副業は魔法少女ッ!
第1章 アルバイトで魔法少女になれるご時世
「なずなちゃんの家には送って行く。彼には説明するわ。私は大学の先生で、提出課題で呼び出していたことにするから、安心して」
「待って。明珠は顔出ししてるから無理だよ。先生の振りなら、あたしが」
「ゆいかだと先輩にしか見えないじゃない。聞く限りだと、そいつ、私がインタビュー受けるような雑誌は見るタイプじゃないでしょ。平気。だからなずなちゃん、食べるもの何か買ってくるわ。ゆいかは、その間にお化粧直してあげて」
肩で風を切るようにして、颯爽とゆいか達の側を通り過ぎていった明珠は、そのまま扉の向こうに消えた。
「顔洗ってきて」
「…………」
背中を丸めて、すぐるという男を庇っていなければいけない呪いにでもかかった風な大学生は、しずしずとゆいかに従った。時の止まったような無音の部屋に、彼女の顔を弾ける水音が、洗面所からこぼれ出る。
途方もない恐怖がゆいかを襲った。
もし今、四日前の発作が起きたとする。なずなを動揺させるわけにはいかず、ゆいかはあてもなく飛び出して、さっきの彼女ではないが、どこかに蹲るのだろう。人目を避けて夜闇にまぎれて、次に目蓋を開けた時には、見知ったものの全てを失くしているかも知れない。家族や友人達にも、そして明珠にも、何も伝えられないまま。

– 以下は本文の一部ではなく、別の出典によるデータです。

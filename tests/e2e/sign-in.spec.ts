import { expect, test } from '@playwright/test'
import { DEMO, navLink, openMenu, signInAs, watchConsole, type DemoRole } from './helpers'

// The everyday pages sit in the bar; the others are in the menu at a desk ("More pages").
const NAV: Record<DemoRole, string[]> = {
  manager: ['Today', 'Board', 'Log a tow-in', 'Cash drawer', 'Deadlines', 'Reports', 'Gate'],
  dispatcher: ['Today', 'Board', 'Log a tow-in'],
  technician: ['Today', 'Board'],
  office: ['Today', 'Board', 'Cash drawer', 'Deadlines', 'Reports', 'Gate'],
}
const MORE: Record<DemoRole, string[]> = {
  manager: ['Archive', 'Outbox', 'Settings', 'Staff'],
  dispatcher: ['Archive'],
  technician: ['Archive'],
  office: ['Archive', 'Outbox'],
}

for (const role of Object.keys(NAV) as DemoRole[]) {
  test(`a ${role} signs in, sees the board and only their navigation`, async ({ page }) => {
    const problems = watchConsole(page)
    await signInAs(page, role)
    const nav = page.getByRole('navigation', { name: 'Main' })
    await expect(nav.getByRole('link')).toHaveText(NAV[role])
    await openMenu(page)
    await expect(page.getByRole('navigation', { name: 'More pages' }).getByRole('link')).toHaveText(MORE[role])
    await expect(page.getByTestId('who')).toContainText(role, { ignoreCase: true })
    await expect(page.locator('[data-column="arrival"] [data-stock]').first()).toBeVisible()
    expect(problems).toEqual([])
  })
}

test('a wrong password shows the message and stays on the sign-in page', async ({ page }) => {
  await page.goto('/sign-in')
  await page.getByLabel('E-mail').fill(DEMO.office)
  await page.getByLabel('Password', { exact: true }).fill('not the password')
  await page.getByRole('button', { name: 'Sign in' }).click()
  await expect(page.getByRole('alert')).toContainText('That e-mail and password do not match an active account.')
  await expect(page).toHaveURL(/\/sign-in/)
})

test('signing out returns to the sign-in page and the board needs a new sign-in', async ({ page }) => {
  await signInAs(page, 'dispatcher')
  await openMenu(page)
  await page.getByRole('button', { name: 'Sign out' }).click()
  await expect(page).toHaveURL(/\/sign-in/)
  await page.goto('/board')
  await expect(page).toHaveURL(/\/sign-in\?next=/)
})

test('a dispatcher who types the staff address is sent back to the board', async ({ page }) => {
  await signInAs(page, 'dispatcher')
  await page.goto('/users')
  await expect(page).toHaveURL(/\/board/)
})

test('a manager adds a staff member who can then sign in', async ({ page, browser }) => {
  // Two sign-ins and a new account (three password hashes) in one test: past 30 s on a busy machine.
  test.slow()
  await signInAs(page, 'manager')
  await (await navLink(page, 'Staff')).click()
  await page.getByRole('button', { name: 'Add a staff member' }).click()
  const dialog = page.getByRole('dialog')
  await dialog.getByLabel('Name').fill('Ossian Threlkeld')
  await dialog.getByLabel('E-mail').fill('ossian@tamsincreek.example')
  await dialog.getByLabel(/First password/).fill('a long first passphrase')
  await dialog.getByRole('button', { name: 'Add' }).click()
  await expect(page.getByRole('cell', { name: 'ossian@tamsincreek.example' })).toBeVisible()

  const other = await browser.newPage()
  await other.goto('/sign-in')
  await other.getByLabel('E-mail').fill('ossian@tamsincreek.example')
  await other.getByLabel('Password', { exact: true }).fill('a long first passphrase')
  await other.getByRole('button', { name: 'Sign in' }).click()
  await expect(other.getByTestId('who')).toContainText('Dispatcher')
  await other.close()

  // Issue 16 item 5: a role change and Deactivate (which signs the person out everywhere) ask first.
  const row = page.getByRole('row').filter({ hasText: 'ossian@tamsincreek.example' })
  await row.getByRole('button', { name: 'Deactivate' }).click()
  const ask = page.getByRole('dialog', { name: 'Deactivate Ossian Threlkeld?' })
  await expect(ask).toContainText('signed out on every device')
  await ask.getByRole('button', { name: 'Cancel' }).click()
  await expect(row.getByText('Active', { exact: true })).toBeVisible()
  await row.getByRole('button', { name: 'Deactivate' }).click()
  await page.getByRole('dialog', { name: 'Deactivate Ossian Threlkeld?' }).getByRole('button', { name: 'Deactivate' }).click()
  await expect(row.getByText('Deactivated', { exact: true })).toBeVisible()
})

「お待たせしました……。あの、私の顔、汚いので……お目汚しして、ごめんなさい……」
ゆいかの見上げた声の先に、自虐するほどの姿はなかった。
一定の年端を過ぎた女であれば、十人中半数は、素顔を晒すことに抵抗がある。だが傍目からすれば、本人が神経質になるほど気にならない。実際、なずなは泣き崩れたせいで既にほとんど地肌が覗いていたが、今改めて彼女を見ると、予想以上だ。
なずなが羨ましい。と同時に、彼女に信頼されている、すぐるという男に良い心象が持てない。